#### THE RECORDS
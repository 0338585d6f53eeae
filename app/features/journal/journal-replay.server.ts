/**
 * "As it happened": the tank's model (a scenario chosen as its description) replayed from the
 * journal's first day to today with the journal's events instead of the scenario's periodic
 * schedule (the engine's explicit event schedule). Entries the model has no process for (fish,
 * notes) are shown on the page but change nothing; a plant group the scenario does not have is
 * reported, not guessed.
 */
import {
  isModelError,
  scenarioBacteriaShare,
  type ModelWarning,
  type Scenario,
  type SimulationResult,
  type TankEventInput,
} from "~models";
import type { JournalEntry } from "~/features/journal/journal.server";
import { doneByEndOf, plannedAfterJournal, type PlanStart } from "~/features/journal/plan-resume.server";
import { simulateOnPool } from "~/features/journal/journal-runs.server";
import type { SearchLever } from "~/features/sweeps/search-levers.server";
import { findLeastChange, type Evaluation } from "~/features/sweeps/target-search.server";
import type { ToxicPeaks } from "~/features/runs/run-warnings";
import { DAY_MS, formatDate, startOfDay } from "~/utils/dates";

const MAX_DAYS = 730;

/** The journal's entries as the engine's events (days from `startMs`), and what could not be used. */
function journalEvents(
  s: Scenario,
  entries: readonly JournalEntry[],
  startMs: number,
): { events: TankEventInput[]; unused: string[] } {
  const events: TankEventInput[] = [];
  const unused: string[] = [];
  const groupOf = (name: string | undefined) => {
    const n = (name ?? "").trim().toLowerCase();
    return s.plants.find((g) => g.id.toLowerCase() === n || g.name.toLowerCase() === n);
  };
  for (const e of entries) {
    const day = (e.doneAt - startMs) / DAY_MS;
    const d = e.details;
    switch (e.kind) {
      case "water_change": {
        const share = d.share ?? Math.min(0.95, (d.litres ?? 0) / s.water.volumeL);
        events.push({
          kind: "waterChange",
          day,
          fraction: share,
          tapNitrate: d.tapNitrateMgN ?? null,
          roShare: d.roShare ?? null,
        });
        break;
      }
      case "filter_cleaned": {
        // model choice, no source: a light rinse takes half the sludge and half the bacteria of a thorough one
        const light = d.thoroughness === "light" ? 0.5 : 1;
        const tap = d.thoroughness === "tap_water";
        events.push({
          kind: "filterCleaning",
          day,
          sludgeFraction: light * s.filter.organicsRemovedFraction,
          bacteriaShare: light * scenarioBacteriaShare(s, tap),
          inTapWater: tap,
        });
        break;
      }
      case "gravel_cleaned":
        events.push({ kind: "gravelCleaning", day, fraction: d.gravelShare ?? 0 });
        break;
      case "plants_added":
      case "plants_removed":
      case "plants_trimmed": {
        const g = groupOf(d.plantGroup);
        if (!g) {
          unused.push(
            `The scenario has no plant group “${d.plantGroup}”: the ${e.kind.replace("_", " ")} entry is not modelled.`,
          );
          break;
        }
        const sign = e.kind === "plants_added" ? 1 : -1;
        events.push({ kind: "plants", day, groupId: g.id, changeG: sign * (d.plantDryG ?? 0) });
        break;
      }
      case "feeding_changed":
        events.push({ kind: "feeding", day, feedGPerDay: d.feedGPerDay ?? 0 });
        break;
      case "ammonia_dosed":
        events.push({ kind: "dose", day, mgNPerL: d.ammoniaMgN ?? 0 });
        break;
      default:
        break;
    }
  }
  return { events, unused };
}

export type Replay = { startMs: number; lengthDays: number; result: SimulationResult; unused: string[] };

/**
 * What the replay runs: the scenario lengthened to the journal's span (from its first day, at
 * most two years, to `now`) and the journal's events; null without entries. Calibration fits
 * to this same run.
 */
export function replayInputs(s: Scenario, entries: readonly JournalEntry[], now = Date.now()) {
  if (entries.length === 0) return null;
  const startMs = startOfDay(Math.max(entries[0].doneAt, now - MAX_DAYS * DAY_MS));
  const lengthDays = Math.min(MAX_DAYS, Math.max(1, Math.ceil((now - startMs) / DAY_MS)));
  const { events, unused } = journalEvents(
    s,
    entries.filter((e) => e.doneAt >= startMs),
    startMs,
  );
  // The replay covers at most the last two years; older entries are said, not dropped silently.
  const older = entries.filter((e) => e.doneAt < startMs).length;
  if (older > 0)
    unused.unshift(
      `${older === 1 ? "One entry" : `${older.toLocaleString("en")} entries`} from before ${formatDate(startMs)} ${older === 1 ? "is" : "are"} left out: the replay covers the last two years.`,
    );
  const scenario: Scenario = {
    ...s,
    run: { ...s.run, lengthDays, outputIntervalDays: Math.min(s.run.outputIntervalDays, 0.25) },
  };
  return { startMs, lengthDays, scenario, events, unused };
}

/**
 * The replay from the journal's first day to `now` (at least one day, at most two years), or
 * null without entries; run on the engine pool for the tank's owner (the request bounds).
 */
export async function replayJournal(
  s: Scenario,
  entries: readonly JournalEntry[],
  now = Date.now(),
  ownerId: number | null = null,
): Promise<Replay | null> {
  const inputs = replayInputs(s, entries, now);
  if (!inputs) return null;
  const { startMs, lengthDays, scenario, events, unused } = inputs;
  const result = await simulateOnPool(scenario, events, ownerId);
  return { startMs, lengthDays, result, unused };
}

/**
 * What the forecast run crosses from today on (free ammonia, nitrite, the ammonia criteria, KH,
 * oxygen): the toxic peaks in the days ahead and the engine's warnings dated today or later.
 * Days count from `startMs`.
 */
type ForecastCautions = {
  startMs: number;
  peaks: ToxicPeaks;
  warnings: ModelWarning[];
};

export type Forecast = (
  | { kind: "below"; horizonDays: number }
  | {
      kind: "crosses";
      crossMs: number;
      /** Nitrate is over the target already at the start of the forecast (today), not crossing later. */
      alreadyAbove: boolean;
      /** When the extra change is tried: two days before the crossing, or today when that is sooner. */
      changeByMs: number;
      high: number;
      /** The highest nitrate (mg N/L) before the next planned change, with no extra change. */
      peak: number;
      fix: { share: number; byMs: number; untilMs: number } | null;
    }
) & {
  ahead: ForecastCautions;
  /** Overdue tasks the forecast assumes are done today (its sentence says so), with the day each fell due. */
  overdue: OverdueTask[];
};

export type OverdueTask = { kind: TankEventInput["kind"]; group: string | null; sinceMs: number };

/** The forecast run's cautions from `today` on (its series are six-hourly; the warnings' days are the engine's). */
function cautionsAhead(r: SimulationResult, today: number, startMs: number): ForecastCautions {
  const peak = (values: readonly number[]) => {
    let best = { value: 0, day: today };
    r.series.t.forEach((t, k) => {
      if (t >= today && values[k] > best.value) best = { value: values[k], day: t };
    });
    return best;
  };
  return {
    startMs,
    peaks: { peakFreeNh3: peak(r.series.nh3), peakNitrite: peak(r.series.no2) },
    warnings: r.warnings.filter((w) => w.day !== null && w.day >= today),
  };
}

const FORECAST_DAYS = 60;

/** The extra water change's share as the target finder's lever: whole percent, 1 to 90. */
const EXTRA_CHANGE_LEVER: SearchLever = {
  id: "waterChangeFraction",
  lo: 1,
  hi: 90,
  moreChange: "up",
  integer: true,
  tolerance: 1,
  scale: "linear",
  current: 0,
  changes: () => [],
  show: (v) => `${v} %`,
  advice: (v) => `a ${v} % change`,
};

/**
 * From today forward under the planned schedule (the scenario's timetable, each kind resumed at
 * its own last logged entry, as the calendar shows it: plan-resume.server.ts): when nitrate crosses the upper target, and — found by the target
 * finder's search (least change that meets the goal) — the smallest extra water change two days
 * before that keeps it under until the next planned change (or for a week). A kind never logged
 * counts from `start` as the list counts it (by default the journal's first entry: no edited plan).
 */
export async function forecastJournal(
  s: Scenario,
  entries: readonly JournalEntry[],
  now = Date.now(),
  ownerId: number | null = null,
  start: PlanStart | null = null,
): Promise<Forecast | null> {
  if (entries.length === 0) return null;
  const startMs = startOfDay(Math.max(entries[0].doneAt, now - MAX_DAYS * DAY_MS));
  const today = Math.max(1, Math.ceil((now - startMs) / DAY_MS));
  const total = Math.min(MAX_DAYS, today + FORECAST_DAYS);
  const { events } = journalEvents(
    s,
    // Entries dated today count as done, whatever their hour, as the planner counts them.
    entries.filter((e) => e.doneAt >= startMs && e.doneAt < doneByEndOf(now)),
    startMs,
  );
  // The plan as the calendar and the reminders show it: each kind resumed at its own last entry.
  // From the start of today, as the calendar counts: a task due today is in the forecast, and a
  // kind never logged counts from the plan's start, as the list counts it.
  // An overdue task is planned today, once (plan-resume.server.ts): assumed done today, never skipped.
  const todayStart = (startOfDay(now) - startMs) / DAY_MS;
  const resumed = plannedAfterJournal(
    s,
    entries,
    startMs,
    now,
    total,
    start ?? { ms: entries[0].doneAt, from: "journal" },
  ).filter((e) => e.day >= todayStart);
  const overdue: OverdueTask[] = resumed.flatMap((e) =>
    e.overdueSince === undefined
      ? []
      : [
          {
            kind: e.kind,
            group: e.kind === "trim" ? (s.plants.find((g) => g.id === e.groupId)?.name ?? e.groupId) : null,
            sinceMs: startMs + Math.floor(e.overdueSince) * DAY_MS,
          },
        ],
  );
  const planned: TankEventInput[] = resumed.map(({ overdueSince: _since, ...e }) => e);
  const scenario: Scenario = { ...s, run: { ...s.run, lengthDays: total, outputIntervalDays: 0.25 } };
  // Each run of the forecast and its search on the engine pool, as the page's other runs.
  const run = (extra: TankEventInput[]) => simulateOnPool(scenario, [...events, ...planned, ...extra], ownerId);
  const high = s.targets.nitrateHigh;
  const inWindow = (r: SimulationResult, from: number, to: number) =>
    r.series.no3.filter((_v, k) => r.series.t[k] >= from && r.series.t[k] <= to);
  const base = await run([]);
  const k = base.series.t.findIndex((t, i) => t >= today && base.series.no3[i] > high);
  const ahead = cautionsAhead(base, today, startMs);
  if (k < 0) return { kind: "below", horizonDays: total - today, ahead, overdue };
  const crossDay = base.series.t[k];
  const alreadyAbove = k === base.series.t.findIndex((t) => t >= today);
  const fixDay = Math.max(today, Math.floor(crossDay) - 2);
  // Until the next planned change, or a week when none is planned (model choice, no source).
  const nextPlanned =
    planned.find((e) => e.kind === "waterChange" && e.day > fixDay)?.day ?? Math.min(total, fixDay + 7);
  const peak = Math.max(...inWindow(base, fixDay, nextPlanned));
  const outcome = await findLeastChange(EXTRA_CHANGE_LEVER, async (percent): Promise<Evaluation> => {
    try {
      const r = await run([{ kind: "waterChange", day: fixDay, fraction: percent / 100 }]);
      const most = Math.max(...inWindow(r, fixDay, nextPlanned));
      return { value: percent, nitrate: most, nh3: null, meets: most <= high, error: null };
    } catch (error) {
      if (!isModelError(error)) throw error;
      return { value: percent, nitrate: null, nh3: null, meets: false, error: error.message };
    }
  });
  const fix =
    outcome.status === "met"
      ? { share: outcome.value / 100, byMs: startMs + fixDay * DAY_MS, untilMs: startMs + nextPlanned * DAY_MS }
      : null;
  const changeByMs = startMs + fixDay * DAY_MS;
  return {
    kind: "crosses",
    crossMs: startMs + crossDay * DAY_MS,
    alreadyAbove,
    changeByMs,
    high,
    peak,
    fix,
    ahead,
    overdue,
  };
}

#### TASK REQUIREMENTS
Every line from the one holding "const outcome = await" through the final line of the listing must be echoed exactly; leave out all other lines.

#### EXERCISE ANSWER
  const outcome = await findLeastChange(EXTRA_CHANGE_LEVER, async (percent): Promise<Evaluation> => {
    try {
      const r = await run([{ kind: "waterChange", day: fixDay, fraction: percent / 100 }]);
      const most = Math.max(...inWindow(r, fixDay, nextPlanned));
      return { value: percent, nitrate: most, nh3: null, meets: most <= high, error: null };
    } catch (error) {
      if (!isModelError(error)) throw error;
      return { value: percent, nitrate: null, nh3: null, meets: false, error: error.message };
    }
  });
  const fix =
    outcome.status === "met"
      ? { share: outcome.value / 100, byMs: startMs + fixDay * DAY_MS, untilMs: startMs + nextPlanned * DAY_MS }
      : null;
  const changeByMs = startMs + fixDay * DAY_MS;
  return {
    kind: "crosses",
    crossMs: startMs + crossDay * DAY_MS,
    alreadyAbove,
    changeByMs,
    high,
    peak,
    fix,
    ahead,
    overdue,
  };
}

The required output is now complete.